For more information and a link to the Book please go to http://www.imagesfromawarmingplanet.com
Read MoreIt all started off in the early part of this century when I started reading about climate change in scientific journals. I decided to do a specific climate change photo shoot, which was to spend a month in Alaska. I planned to cover glacial retreat, permafrost melt, forest fires and had a week on Shishmaref, a tiny remote island between Alaska and Siberia. Shishmaref is home to around 800 Inuits. Their mainly hunter gatherer lifestyle meant that they had a tiny carbon footprint. I was to learn something on Shishmaref, that I have seen many times since in my travels, and that is those that are least responsible for climate change are most impacted by it. The problem on Shishmaref was that the sea ice that used to form around the island in late September, was not forming till maybe Christmas time. Any early storms hitting the island before the sea ice had formed, were knocking great chunks out of the land and tumbling the Inuits houses into the sea.
Even in 2004 it was obvious the Arctic was warming very rapidly,, and the many impacts of climate change were blindingly obvious and in your face. I returned from Alaska determined to do more. My second photo shoot was to the remote island Nation of Tuvalu, in the Pacific Ocean. More people climb Everest every year, than visit Funafuti, one of Tuvalu’s main islands. These low lying coral atop islands are extremely vulnerable to sea level rise. I had planned my trip for the highest Spring tides of the year. At high tide the middle of the islands were in places four feet under water. Tuvalu will probably be the first country to completely disappear as a result of climate change. It wasn’t long before I decided I should try and document the impacts of climate change on every continent. Something, that thirteen years on I have achieved.

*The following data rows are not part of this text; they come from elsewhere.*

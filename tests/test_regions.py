"""Regions to obscure: box + margin, united with the padded keypoint hull, clipped to the frame."""

from __future__ import annotations

import numpy as np
import pytest
from hypothesis import given, settings
from hypothesis import strategies as st

from redact.errors import RedactError
from redact.redaction.regions import RegionSettings, people_mask, person_region, track_regions
from redact.vision.records import Tracks

H, W = 240, 320


def _tracks(boxes, kps=None, margins=None, observed=None) -> Tracks:
    boxes = np.asarray(boxes, np.float32).reshape(-1, 4)
    m = len(boxes)
    kps = np.zeros((m, 17, 3), np.float32) if kps is None else np.asarray(kps, np.float32)
    return Tracks(np.arange(m), boxes, np.full(m, 0.9), kps,
                  np.ones(m, bool) if observed is None else np.asarray(observed),
                  np.zeros(m, np.int32), None if margins is None else np.asarray(margins, np.float32))


def test_box_plus_margin_is_covered_and_far_pixels_are_not():
    s = RegionSettings(base_margin=0.1)
    mask = people_mask(_tracks([[100, 60, 140, 160]]), (H, W), s)
    # box 40×100, margin 0.1 → x 96..144, y 50..170 (arithmetic from the definition)
    assert mask[50:171, 96:145].all()
    assert not mask[:, :94].any() and not mask[:, 147:].any()
    assert not mask[:48, :].any() and not mask[173:, :].any()


def test_keypoint_hull_is_covered_beyond_the_box():
    # An arm keypoint reaches far outside the box: the hull (with padding) must cover it and
    # the segment to the shoulder, but low-confidence keypoints are ignored.
    kp = np.zeros((1, 17, 3), np.float32)
    kp[0, 5] = (110, 80, 0.9)   # left shoulder, in the box
    kp[0, 9] = (220, 80, 0.9)   # left wrist, far right of the box
    kp[0, 10] = (20, 200, 0.1)  # right wrist, not confident
    s = RegionSettings(base_margin=0.0, kp_threshold=0.3, kp_pad=0.05, min_pad_px=4)
    mask = people_mask(_tracks([[100, 60, 140, 160]], kp), (H, W), s)
    assert mask[80, 110:221].all()          # the arm segment
    assert mask[80, 224] and mask[76, 220]  # padding around the wrist (pad = 0.05·100 = 5 px)
    assert not mask[80, 232]                # but not much further
    assert not mask[195:205, 15:25].any()   # the unconfident keypoint is not covered


def test_region_grows_with_track_margin():
    small = people_mask(_tracks([[100, 60, 140, 160]], margins=[0.0]), (H, W))
    big = people_mask(_tracks([[100, 60, 140, 160]], margins=[0.5]), (H, W))
    assert big.sum() > small.sum()
    assert (big | small).sum() == big.sum()  # the larger region contains the smaller
    assert big[40:181, 80:161].all()         # box grown by 0.15+0.5 of its size each side


def test_clipped_at_frame_edges_and_partly_offscreen_person_still_covered():
    kp = np.zeros((1, 17, 3), np.float32)
    kp[0, 0] = (-10, 30, 0.9)  # nose off-screen
    kp[0, 5] = (15, 60, 0.9)
    mask = people_mask(_tracks([[-60, -20, 40, 120]], kp), (H, W))
    assert mask.shape == (H, W)
    assert mask[0:130, 0:50].all()  # visible part of the box (+ margin) is covered
    r = track_regions(_tracks([[-60, -20, 40, 120]], kp), (H, W))[0]
    x0, y0, x1, y1 = r.rect
    assert x0 >= 0 and y0 >= 0 and x1 <= W and y1 <= H
    # size comes from the unclipped grown box, so an off-screen half is obscured as strongly
    assert r.size >= 100


def test_entirely_offscreen_person_gives_empty_region():
    r = track_regions(_tracks([[-300, -300, -200, -100]]), (H, W))[0]
    assert r.empty and not r.mask((H, W)).any()


def test_non_finite_box_raises_so_caller_can_fail_closed():
    with pytest.raises(RedactError):
        person_region(np.array([np.nan, 0, 10, 10]), np.zeros((17, 3)), 0.0, (H, W))


def test_union_of_two_people():
    mask = people_mask(_tracks([[10, 10, 50, 100], [200, 50, 260, 200]]), (H, W), RegionSettings(base_margin=0))
    assert mask[10:101, 10:51].all() and mask[50:201, 200:261].all()
    assert not mask[120:, :150].any()


@settings(max_examples=60, deadline=None)
@given(x=st.floats(-400, 700), y=st.floats(-300, 500), w=st.floats(1, 300), h=st.floats(1, 400),
       extra=st.floats(0, 1))
def test_any_box_is_covered_where_it_is_visible(x, y, w, h, extra):
    # Property from the definition: every frame pixel inside the grown box is in the mask.
    s = RegionSettings(base_margin=0.1)
    mask = people_mask(_tracks([[x, y, x + w, y + h]], margins=[extra]), (H, W), s)
    m = 0.1 + extra
    gx0, gy0 = int(np.ceil(x - m * w)), int(np.ceil(y - m * h))
    gx1, gy1 = int(np.floor(x + w + m * w)), int(np.floor(y + h + m * h))
    gx0, gy0, gx1, gy1 = max(gx0, 0), max(gy0, 0), min(gx1, W - 1), min(gy1, H - 1)
    if gx1 >= gx0 and gy1 >= gy0:
        assert mask[gy0:gy1 + 1, gx0:gx1 + 1].all()


def test_paint_covers_exactly_the_mask():
    """The solid-fill fast path paints the same pixels the region's mask marks."""
    import numpy as np

    from redact.redaction.regions import person_region

    kp = np.zeros((17, 3))
    kp[0] = (60, 30, 0.9)
    kp[5] = (40, 70, 0.9)
    kp[6] = (85, 72, 0.9)
    region = person_region(np.array([30.0, 20.0, 95.0, 150.0]), kp, 0.2, (120, 110, 3))
    img = np.zeros((120, 110, 3), np.uint8)
    region.paint(img, (200, 200, 200))
    np.testing.assert_array_equal(img[:, :, 0] == 200, region.mask(img.shape))
    assert (img[region.mask(img.shape)] == 200).all()
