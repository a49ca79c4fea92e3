"""COCO-17 layout and OKS, checked against the published COCO keypoint definition and pycocotools."""

from __future__ import annotations

import numpy as np
import pytest

from redact.vision.skeleton import KEYPOINT_NAMES, LINKS, LINKS_1BASED, SIGMAS, oks, oks_matrix

# Source: COCO keypoint format (cocodataset.org), as listed in shared/CHECKS.md.
COCO_NAMES = ["nose", "left_eye", "right_eye", "left_ear", "right_ear", "left_shoulder", "right_shoulder",
              "left_elbow", "right_elbow", "left_wrist", "right_wrist", "left_hip", "right_hip", "left_knee",
              "right_knee", "left_ankle", "right_ankle"]
COCO_SKELETON = [[16, 14], [14, 12], [17, 15], [15, 13], [12, 13], [6, 12], [7, 13], [6, 7], [6, 8], [7, 9],
                 [8, 10], [9, 11], [2, 3], [1, 2], [1, 3], [2, 4], [3, 5], [4, 6], [5, 7]]


def test_names_links_sigmas_match_published_coco():
    from pycocotools.cocoeval import Params  # outside reference: pycocotools' own sigmas

    assert list(KEYPOINT_NAMES) == COCO_NAMES
    assert [list(link) for link in LINKS_1BASED] == COCO_SKELETON
    assert all(a == x - 1 and b == y - 1 for (a, b), (x, y) in zip(LINKS, LINKS_1BASED))
    np.testing.assert_allclose(SIGMAS, Params(iouType="keypoints").kpt_oks_sigmas, rtol=0, atol=0)


def _coco_oks(gt_kp: np.ndarray, gt_area: float, gt_box, dt_kp: np.ndarray) -> float:
    """OKS as pycocotools' COCOeval.computeOks computes it for one gt and one detection."""
    from pycocotools.coco import COCO
    from pycocotools.cocoeval import COCOeval

    gt = COCO()
    gt.dataset = {
        "images": [{"id": 1, "width": 1000, "height": 1000}],
        "categories": [{"id": 1, "name": "person", "keypoints": COCO_NAMES, "skeleton": COCO_SKELETON}],
        "annotations": [{"id": 1, "image_id": 1, "category_id": 1, "iscrowd": 0, "area": gt_area,
                         "bbox": list(gt_box), "keypoints": gt_kp.reshape(-1).tolist(),
                         "num_keypoints": int((gt_kp[:, 2] > 0).sum())}],
    }
    gt.createIndex()
    dt = gt.loadRes([{"image_id": 1, "category_id": 1, "keypoints": dt_kp.reshape(-1).tolist(), "score": 1.0}])
    ev = COCOeval(gt, dt, "keypoints")
    ev._prepare()
    return float(ev.computeOks(1, 1)[0, 0])


@pytest.mark.parametrize("case", range(6))
def test_oks_matches_pycocotools(case):
    rng = np.random.default_rng(case)
    gt = np.zeros((17, 3))
    gt[:, 0] = rng.uniform(300, 500, 17)
    gt[:, 1] = rng.uniform(200, 700, 17)
    gt[:, 2] = 2
    if case >= 3:  # some ground-truth keypoints not labelled
        gt[rng.choice(17, 5, replace=False), 2] = 0
    dt = gt.copy()
    dt[:, :2] += rng.normal(0, [2, 5, 10, 20, 4, 8][case], (17, 2))
    dt[:, 2] = 1
    area = float(rng.uniform(5_000, 60_000))
    box = [300, 200, 200, 500]
    expected = _coco_oks(gt, area, box, dt)
    assert oks(dt, gt, area, visible=gt[:, 2]) == pytest.approx(expected, abs=1e-12)
    m = oks_matrix(dt[None], np.c_[gt[:, :2], gt[:, 2]][None], np.array([area]), min_conf=0)
    assert m[0, 0] == pytest.approx(expected, abs=1e-12)


def test_oks_identity_and_far():
    pose = np.c_[np.linspace(0, 160, 17), np.linspace(0, 320, 17), np.ones(17)]
    assert oks(pose, pose, 10_000) == 1.0
    assert oks(pose + [1000, 0, 0], pose, 10_000) < 1e-6
    assert oks(pose, pose, 10_000, visible=np.zeros(17)) == 0.0
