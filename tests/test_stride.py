"""Detection stride keeps redaction fail-safe: on a held-out clip (a scene the defaults were not
tuned on) running the detector every 3rd frame exposes no face that every-frame detection hides.

People: scikit-image astronaut() (public domain, NASA) and camera() (CC0, Lav Varshney), pasted at
known rectangles; SSIM is scikit-image's structural_similarity; PyAV/FFmpeg decodes the output.
"""

from __future__ import annotations

from fractions import Fraction

import av
import numpy as np
import pytest
from conftest import make_clip
from skimage.metrics import structural_similarity

from redact.media import synthetic as syn
from redact.pipeline import ProcessSettings, process_video
from redact.provenance.signing import Signer

MIN_SIDE = 16  # slivers at the frame edge are not measured (see tests/test_process.py)


def held_out_spec() -> syn.SceneSpec:
    """Faster walkers than the tuning clip, on the plain background, one entering from the top-right."""
    w, h = 320, 240
    return syn.SceneSpec(
        width=w, height=h, fps=Fraction(25), seconds=1.6,
        actors=(syn.Actor("camera", ((0.0, 0.15 * w, 0.6 * h, 0.55 * h), (1.6, 0.85 * w, 0.55 * h, 0.6 * h))),
                syn.Actor("astronaut", ((0.0, 1.1 * w, 0.5 * h, 0.5 * h), (1.6, 0.3 * w, 0.5 * h, 0.5 * h)), mirror=True)),
        background="plain", seed=11)


def _frames(path):
    with av.open(str(path)) as c:
        return [f.to_ndarray(format="rgb24") for f in c.decode(video=0)]


def _exposed_faces(clip, video) -> list[str]:
    src, out = _frames(clip.path), _frames(video)
    bad = []
    for i, truth in enumerate(clip.truths):
        for a in np.nonzero(truth.visible)[0]:
            x0, y0, x1, y1 = (int(v) for v in truth.face_rects[a])
            if x1 - x0 < MIN_SIDE or y1 - y0 < MIN_SIDE:
                continue
            s = src[i][y0:y1, x0:x1].mean(axis=2)
            o = out[i][y0:y1, x0:x1].mean(axis=2)
            if structural_similarity(s, o, data_range=255, win_size=7) >= 0.35:
                bad.append(f"frame {i} actor {a}")
    return bad


@pytest.fixture(scope="module")
def held_out_clip(tmp_path_factory):
    return make_clip(tmp_path_factory.mktemp("held-out"), "held_out.mp4", held_out_spec())


@pytest.mark.parametrize("stride", [1, 3])
def test_no_face_exposed_with_detection_stride(held_out_clip, tmp_path, stride):
    result = process_video(held_out_clip.path, tmp_path / "out", Signer.from_seed(bytes(32)),
                           ProcessSettings(detect_every=stride))
    assert _exposed_faces(held_out_clip, result.video) == []
    assert result.frames == len(held_out_clip.truths)
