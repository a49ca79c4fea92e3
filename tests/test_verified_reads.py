"""A package file swapped after verification is refused when a consumer reads it (issue 14 item 1).

Each consumer (inspect's summary, the report, frame-proof, export, derive) verifies and then reads
through the VerifiedPackage, whose every read re-hashes the file against its signed subject. The
swap happens inside the consumer, right after verify_package returns, by wrapping verify_package.
Outside reference: hashlib's SHA-256 (FIPS 180-4) for the expected digests.
"""

from __future__ import annotations

import hashlib
import io
import tarfile
from pathlib import Path

import pytest
from click.testing import CliRunner
from test_package import SEED, build_package

import redact.provenance.verify as verify_mod
from redact.errors import VerificationFailed
from redact.provenance import signing
from redact.provenance.package import FRAMES, QUALITY, SKELETONS, TRACKS
from redact.provenance.verify import verify_package


@pytest.fixture
def pkg(tmp_path):
    signer = signing.Signer.from_seed(SEED)
    p = build_package(tmp_path / "d", signer)
    pub = tmp_path / "trusted.public.pem"
    pub.write_bytes(signer.public_pem)
    return {**p, "signer": signer, "key": signer.public_key, "pub": pub, "tmp": tmp_path}


def swapped(data: bytes) -> bytes:
    """Same size, one byte changed: only the hash can tell."""
    b = bytearray(data)
    b[len(b) // 2] ^= 0x01
    return bytes(b)


def swap_after_verify(monkeypatch, path: Path, name: str) -> list:
    """Make verify_package swap PATH/NAME for other bytes just after it has verified the package."""
    real = verify_mod.verify_package
    calls = []

    def verify_then_swap(*args, **kwargs):
        result = real(*args, **kwargs)
        f = path / name
        f.write_bytes(swapped(f.read_bytes()))
        calls.append(name)
        return result

    monkeypatch.setattr(verify_mod, "verify_package", verify_then_swap)
    return calls


@pytest.mark.parametrize("name", [SKELETONS, TRACKS, QUALITY, FRAMES])
def test_open_rehashes_against_the_signed_subject(pkg, name):
    v = verify_package(pkg["path"], [pkg["key"]])
    good = (pkg["path"] / name).read_bytes()
    with v.open(name) as f:
        assert f.read() == good  # an unchanged file reads back exactly
    (pkg["path"] / name).write_bytes(swapped(good))
    with pytest.raises(VerificationFailed, match="changed after verification"):
        with v.open(name) as f:
            f.read()
    with pytest.raises(VerificationFailed, match="changed after verification"):
        v.read_bytes(name, 1 << 20)
    (pkg["path"] / name).write_bytes(good + b"x")  # a longer file is refused as well
    with pytest.raises(VerificationFailed, match="changed after verification"):
        list(v.lines(name))


def test_a_verified_read_is_a_private_copy(pkg):
    """Once a read has been checked, later changes to the package do not reach the reader."""
    v = verify_package(pkg["path"], [pkg["key"]])
    good = (pkg["path"] / SKELETONS).read_bytes()
    with v.open(SKELETONS) as f:
        (pkg["path"] / SKELETONS).write_bytes(swapped(good))
        assert f.read() == good
        assert hashlib.sha256(good).hexdigest() == v.statement.files[SKELETONS].sha256


def test_tar_member_swapped_after_verification_is_refused(tmp_path):
    signer = signing.Signer.from_seed(SEED)
    p = build_package(tmp_path, signer, archive=True)
    v = verify_package(p["path"], [signer.public_key])
    with tarfile.open(p["path"]) as tar:
        members = [(m, tar.extractfile(m).read()) for m in tar.getmembers()]
    with tarfile.open(p["path"], "w", format=tarfile.USTAR_FORMAT) as tar:
        for m, data in members:
            if m.name == SKELETONS:
                data = swapped(data)
            tar.addfile(m, io.BytesIO(data))
    with pytest.raises(VerificationFailed, match="skeletons.jsonl: changed after verification"):
        v.read_bytes(SKELETONS, 1 << 20)


def test_a_file_missing_after_verification_is_refused(pkg):
    v = verify_package(pkg["path"], [pkg["key"]])
    (pkg["path"] / TRACKS).unlink()
    with pytest.raises(VerificationFailed, match="missing from the package since it was verified"):
        v.read_bytes(TRACKS, 1 << 20)


# ---- every consumer --------------------------------------------------------------------------------

def test_inspect_summary_refuses_a_swapped_file(pkg, monkeypatch):
    from redact.provenance.summary import summarise_package

    calls = swap_after_verify(monkeypatch, pkg["path"], SKELETONS)
    with pytest.raises(VerificationFailed, match="skeletons.jsonl: changed after verification"):
        summarise_package(pkg["path"], [pkg["key"]])
    assert calls == [SKELETONS]


def test_inspect_cli_refuses_a_swapped_file(pkg, monkeypatch):
    from redact.cli import main

    swap_after_verify(monkeypatch, pkg["path"], SKELETONS)
    r = CliRunner().invoke(main, ["inspect", str(pkg["path"]), "--trusted-key", str(pkg["pub"])])
    assert r.exit_code == 1 and "changed after verification" in r.stderr, r.output
    assert "Traceback" not in r.output


def test_report_refuses_a_swapped_file(pkg, monkeypatch):
    from redact.report.document import make_report

    swap_after_verify(monkeypatch, pkg["path"], QUALITY)
    report = make_report(pkg["path"], [pkg["key"]])
    page = report.html.decode()
    assert "quality.jsonl: changed after verification" in page
    assert "Parts of the package could not be read" in page


def test_frame_proof_refuses_a_swapped_digest_file(pkg, monkeypatch):
    from redact.cli import main

    swap_after_verify(monkeypatch, pkg["path"], FRAMES)
    out = pkg["tmp"] / "f.proof.json"
    r = CliRunner().invoke(main, ["frame-proof", str(pkg["path"]), "--trusted-key", str(pkg["pub"]), "--frame", "1",
                                  "--out", str(out)])
    assert r.exit_code == 1 and "frames.sha256: changed after verification" in r.stderr, r.output
    assert not out.exists()


def test_export_refuses_a_swapped_file(pkg, monkeypatch):
    from redact.skeletons.export import export_package

    swap_after_verify(monkeypatch, pkg["path"], SKELETONS)
    out = pkg["tmp"] / "rows.npz"
    with pytest.raises(VerificationFailed, match="skeletons.jsonl: changed after verification"):
        export_package(pkg["path"], "npz", out, trusted_keys=[pkg["key"]])
    assert not out.exists() and not list(pkg["tmp"].glob(".rows.npz*"))


def test_derive_refuses_a_swapped_file(pkg, monkeypatch):
    from redact.skeletons.derive import derive_package
    from redact.skeletons.privacy import PrivacyOptions

    swap_after_verify(monkeypatch, pkg["path"], TRACKS)
    out = pkg["tmp"] / "derived"
    with pytest.raises(VerificationFailed, match="tracks.json: changed after verification"):
        derive_package(pkg["path"], out, [pkg["key"]], pkg["signer"], PrivacyOptions(decimals=1))
    assert not out.exists()
    assert not [p for p in pkg["tmp"].iterdir() if "derive-partial" in p.name]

Following a successful crowd funding program, I have just published “Images From a Warming Planet”, a 416 page hardback, art photography book containing 500 of the best images from my epic journey around the planet. The book has come out to amazing reviews and is on sale now. You can read the reviews and see around 100 of the pages online , as well as purchase the book at http://www.imagesfromawarmingplanet.net Jonathon Porritt who wrote the foreword for the book called it "An extraordinary collection of images, and a powerful call to action". The journey was not without its dangers, I came close to falling down a crevasse on the Greenland ice sheet, and narrowly avoided being avalanched in the Himalayas. I suffered intimidation and hassle at every turn, including arrest by the Chinese Army, threatened with arrest by the Royal Canadian Mounted Police if I so much as took one step off the highway, whilst documenting the tar sands. I have been stopped and searched by the police on countless occasions, including being tailed by four Metropolitan Police Officers for seven hours whilst documenting the climate camp at Heathrow. My last photo shoot to Bolivia, ended in a head on collision which wrote off my hire car, and resulted in the hire car company locking me in a hotel, and trying to defraud $50,000 from my credit card.
As my book when to print, I heard that the residents of Shishmaref had taken the unprecedented step of voting to leave their island home. It is simply getting unsustainable to continue to live there, as every more and more of the island disappears under the waves. They hope to set up a new community on the mainland of Alaska, but the US government will not provide the funding to do so.